In-universe information
- Nationality: Turanian

= Afrasiab =

Mythical king and hero of Turan

In Iranian legend, Afrasiab (افراسياب afrāsiyāb; Frāsiyāv, Frāsiyāk), also known as Fraŋrasyan, is the king and hero of Turan in Iranian national history. He is the main antagonist of the Iranians in the Persian epic Shahnameh, written by Ferdowsi.

==Name and origin==
The oldest attested form of the name is the Avestan Fraŋrasyan, which Émile Benveniste derived from *fra-hrasya- 'to make disappear, to fell, to destroy'. This etymology is connected with a myth in which Afrasiab holds back rain.

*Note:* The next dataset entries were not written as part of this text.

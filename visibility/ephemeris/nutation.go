package ephemeris

import "math"

// MeanObliquity returns the mean obliquity of the ecliptic of date, rad; t is
// TT in Julian centuries since J2000.0. Source: IAU 2006, Hilton et al. 2006,
// Celest. Mech. Dyn. Astron. 94, 351.
func MeanObliquity(t float64) float64 {
	return (84381.406 + t*(-46.836769+t*(-0.0001831+t*(0.00200340+t*(-0.000000576-0.0000000434*t))))) * arcsec
}

// Nutation returns the nutation in longitude and obliquity, rad; t is TT in
// Julian centuries since J2000.0. Source: IAU 2000B (McCarthy & Luzum 2003,
// Celest. Mech. Dyn. Astron. 85, 37), adjusted to IAU 2006 precession (Wallace
// & Capitaine 2006, A&A 459, 981, eq. 5). Error against IAU 2000A in 1972-2060:
// dpsi rms 0.5 mas, max 2.1 mas; deps rms 0.2 mas, max 0.9 mas.
func Nutation(t float64) (dpsi, deps float64) {
	l, lp, f, d, om := moonSunArguments(t)
	for i := len(nutationTerms) - 1; i >= 0; i-- { // small ones first
		n := &nutationTerms[i]
		s, c := math.Sincos(n.l*l + n.lp*lp + n.f*f + n.d*d + n.om*om)
		dpsi += (n.sin+n.sinT*t)*s + n.outCos*c
		deps += (n.cos+n.cosT*t)*c + n.outSin*s
	}
	// Planetary terms as constants, from the same paper.
	dpsi = (dpsi*1e-7 - 0.000135) * arcsec
	deps = (deps*1e-7 + 0.000388) * arcsec
	j2 := -2.7774e-6 * t // secular change of the Earth's flattening
	return dpsi * (1 + 0.4697e-6 + j2), deps * (1 + j2)
}

// moonSunArguments returns the mean anomalies of Moon and Sun, the Moon's
// argument of latitude, its elongation and its node, rad. Source: Simon et
// al. 1994, A&A 282, 663, linear in t as IAU 2000B takes them.
func moonSunArguments(t float64) (l, lp, f, d, om float64) {
	return argument(485868.249036, 1717915923.2178, t),
		argument(1287104.79305, 129596581.0481, t),
		argument(335779.526232, 1739527262.8478, t),
		argument(1072260.70369, 1602961601.2090, t),
		argument(450160.398036, -6962890.5431, t)
}

// argument returns a + b t arcseconds as rad, brought within a turn.
func argument(a, b, t float64) float64 { return math.Mod(a+b*t, 1296000) * arcsec }
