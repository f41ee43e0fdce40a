package ephemeris

import (
	"math"
	"strings"
	"testing"
)

// Worked examples of Meeus, Astronomical Algorithms (1998). All values here are
// from memory.

// centuriesOf converts a Julian Ephemeris Day.
func centuriesOf(jde float64) float64 { return (jde - 2451545) / 36525 }

// Example 47.a: the Moon, 1992 April 12, 0h TD. The book's longitude holds the
// mean light time of 1.29 s, 0.745" of the mean motion, which the geometric
// place here doesn't.
func TestMeeusMoon(t *testing.T) {
	lon, lat, dist := MoonEcliptic(centuriesOf(2448724.5))
	lightTime := (218.31665436 - 218.3164477) // deg, difference of the two constants
	if got := lon/degree - lightTime; math.Abs(got-133.162655) > 2e-6 {
		t.Errorf("longitude %.6f, want 133.162655 deg", got)
	}
	if got := lat / degree; math.Abs(got+3.229126) > 2e-6 {
		t.Errorf("latitude %.6f, want -3.229126 deg", got)
	}
	if math.Abs(dist-368409.7) > 0.06 {
		t.Errorf("distance %.2f, want 368409.7 km", dist)
	}
	// Apparent right ascension 134.688470 and declination 13.768368 deg: with
	// the older nutation the book used, good to 0.1".
	v := TrueEquator(centuriesOf(2448724.5)).Apply(MoonGeocentric(centuriesOf(2448724.5)))
	ra, dec := math.Atan2(v[1], v[0])/degree, math.Asin(v[2]/v.Norm())/degree
	if math.Abs(ra-lightTime*1.03-134.688470) > 5e-5 || math.Abs(dec-13.768368) > 7e-5 {
		t.Errorf("right ascension %.6f, declination %.6f; want 134.688470, 13.768368", ra, dec)
	}
}

// Example 25.b: the Sun, 1992 October 13, 0h TD: apparent longitude
// 199 deg 54' 21.818" (with -20.539" of aberration), latitude +0.721"
// and distance 0.99760853 au (complete VSOP87).
func TestMeeusSun(t *testing.T) {
	c := centuriesOf(2448908.5)
	v := TrueEcliptic(c).Apply(SunGeocentric(c))
	lon := math.Atan2(v[1], v[0])
	want := (199+54/60.0+21.818/3600)*degree + 20.539*arcsec
	if d := angleError(lon, want) / arcsec; math.Abs(d) > 0.3 {
		t.Errorf("longitude off by %g\"", d)
	}
	if lat := math.Asin(v[2]/v.Norm()) / arcsec; math.Abs(lat-0.721) > 0.2 {
		t.Errorf("latitude %g\", want 0.721", lat)
	}
	if math.Abs(v.Norm()-0.99760853) > 3e-7 {
		t.Errorf("distance %.8f, want 0.99760853", v.Norm())
	}
}

// Example 22.a: nutation and obliquity, 1987 April 10, 0h TD: dpsi -3.788",
// deps +9.443", mean obliquity 23 deg 26' 27.407", true 23 deg 26' 36.850",
// by the IAU 1980 theory and 1976 precession.
func TestMeeusNutation(t *testing.T) {
	c := centuriesOf(2446895.5)
	dpsi, deps := Nutation(c)
	// IAU 1980 and 2000 differ by some mas, and their precession constants by
	// 0.3" a century in longitude.
	if math.Abs(dpsi/arcsec+3.788) > 0.06 || math.Abs(deps/arcsec-9.443) > 0.02 {
		t.Errorf("nutation %.4f\" and %.4f\", want -3.788 and 9.443", dpsi/arcsec, deps/arcsec)
	}
	mean := MeanObliquity(c)
	if want := (23+26/60.0)*3600 + 27.407; math.Abs(mean/arcsec-want) > 0.06 {
		t.Errorf("mean obliquity %.4f\", want %.3f", mean/arcsec, want)
	}
	if want := (23+26/60.0)*3600 + 36.850; math.Abs((mean+deps)/arcsec-want) > 0.07 {
		t.Errorf("true obliquity %.4f\", want %.3f", (mean+deps)/arcsec, want)
	}
}

// Examples 12.a and 12.b: sidereal time at Greenwich, 1987 April 10: mean at
// 0h UT 13h 10m 46.3668s, apparent 13h 10m 46.1351s, mean at 19h 21m 00s UT
// 8h 34m 57.0896s, by the IAU 1982 formula.
func TestMeeusSiderealTime(t *testing.T) {
	hms := func(h, m, s float64) float64 { return (h + m/60 + s/3600) * 15 * degree }
	at := func(frac float64) (mean, apparent float64) {
		ut1 := DayFraction{Day: 46895, Fraction: frac}
		c := ut1.Add(55.8/86400).SinceJ2000() / 36525 // TT-UT1 of 1987
		era := EarthRotationAngle(ut1)
		return GMST(era, c), GAST(era, c)
	}
	mean, apparent := at(0)
	for _, x := range []struct {
		what      string
		got, want float64
	}{{"mean", mean, hms(13, 10, 46.3668)}, {"apparent", apparent, hms(13, 10, 46.1351)}} {
		if d := angleError(x.got, x.want) / arcsec / 15; math.Abs(d) > 0.005 {
			t.Errorf("%s off by %g s", x.what, d)
		}
	}
	mean, _ = at((19*3600 + 21*60) / 86400.0)
	if d := angleError(mean, hms(8, 34, 57.0896)) / arcsec / 15; math.Abs(d) > 0.005 {
		t.Errorf("mean in the evening off by %g s", d)
	}
}

// The obliquity at J2000.0 is 84381.406" (IAU 2006), and general precession
// 5028.796195" a century (Capitaine et al. 2003).
func TestPrecessionConstants(t *testing.T) {
	if got := MeanObliquity(0) / arcsec; math.Abs(got-84381.406) > 1e-9 {
		t.Errorf("obliquity %.6f\"", got)
	}
	// The equinox of date in the ecliptic of date one year either side: the
	// longitude of a fixed star grows by the general precession.
	star := MeanEcliptic(0)[0]
	lon := func(c float64) float64 {
		v := MeanEcliptic(c).Apply(star)
		return math.Atan2(v[1], v[0]) / arcsec
	}
	if got := (lon(0.01) - lon(-0.01)) / 0.02; math.Abs(got-5028.796195) > 0.001 {
		t.Errorf("%.6f\" a century, want 5028.796195", got)
	}
}

// Equinoxes and solstices of the reference table (Sun's apparent longitude 0,
// 90, 180 and 270 deg; ERFA epv00), and the trade's rule that its right
// ascension is 0 h in March and 12 h in September (common practice).
func TestEquinoxesAndSolstices(t *testing.T) {
	tab := readTable(t, "../../testdata/reference/geometry_checks.csv")
	clock := NewClock(nil, Orientation{})
	n := 0
	for i := range tab.rows {
		what := tab.text(i, "quantity")
		quarter := -1
		for k, name := range []string{"March equinox", "June solstice", "September equinox", "December solstice"} {
			if strings.HasPrefix(what, name) {
				quarter = k
			}
		}
		if quarter < 0 {
			continue
		}
		n++
		u, err := ParseUTC(tab.text(i, "value"))
		if err != nil {
			t.Fatalf("%s: %v", what, err)
		}
		c := clock.CenturiesTT(u)
		// The Sun hardly moves in its light time: aberration is all it takes.
		dir := SunGeocentric(c).Unit().Add(EarthVelocity(c))
		want := float64(quarter) * math.Pi / 2
		v := TrueEcliptic(c).Apply(dir)
		if d := angleError(math.Atan2(v[1], v[0]), want) / arcsec; math.Abs(d) > 0.15 {
			t.Errorf("%s: longitude off by %g\"", what, d)
		}
		// The Sun's latitude, up to 1", shows in right ascension.
		w := TrueEquator(c).Apply(dir)
		if d := angleError(math.Atan2(w[1], w[0]), want) / arcsec; math.Abs(d) > 1 {
			t.Errorf("%s: right ascension off by %g\"", what, d)
		}
	}
	if n != 6 {
		t.Fatalf("%d equinoxes and solstices in the table, want 6", n)
	}
}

The Persian form of the name is derived from a version of the name which ends in āb 'water' (*Frahrasyāpa- > *Frārasyāp > Frāsīāb).

==In the Avesta==
The oldest mention of Afrasiab is found in the Avesta, where he is called Fraŋrasyan. Although the Avesta does not present his story in a single coherent narrative, it is alluded to numerous times in the so called Legendary Yashts. In these hymns, he is already presented as the King of the Turanians and archenemy of the Iranians. His common epithet mairya- (deceitful, villainous) can be interpreted as meaning an evil man. He lived in a subterranean fortress made of metal, called Hanakana.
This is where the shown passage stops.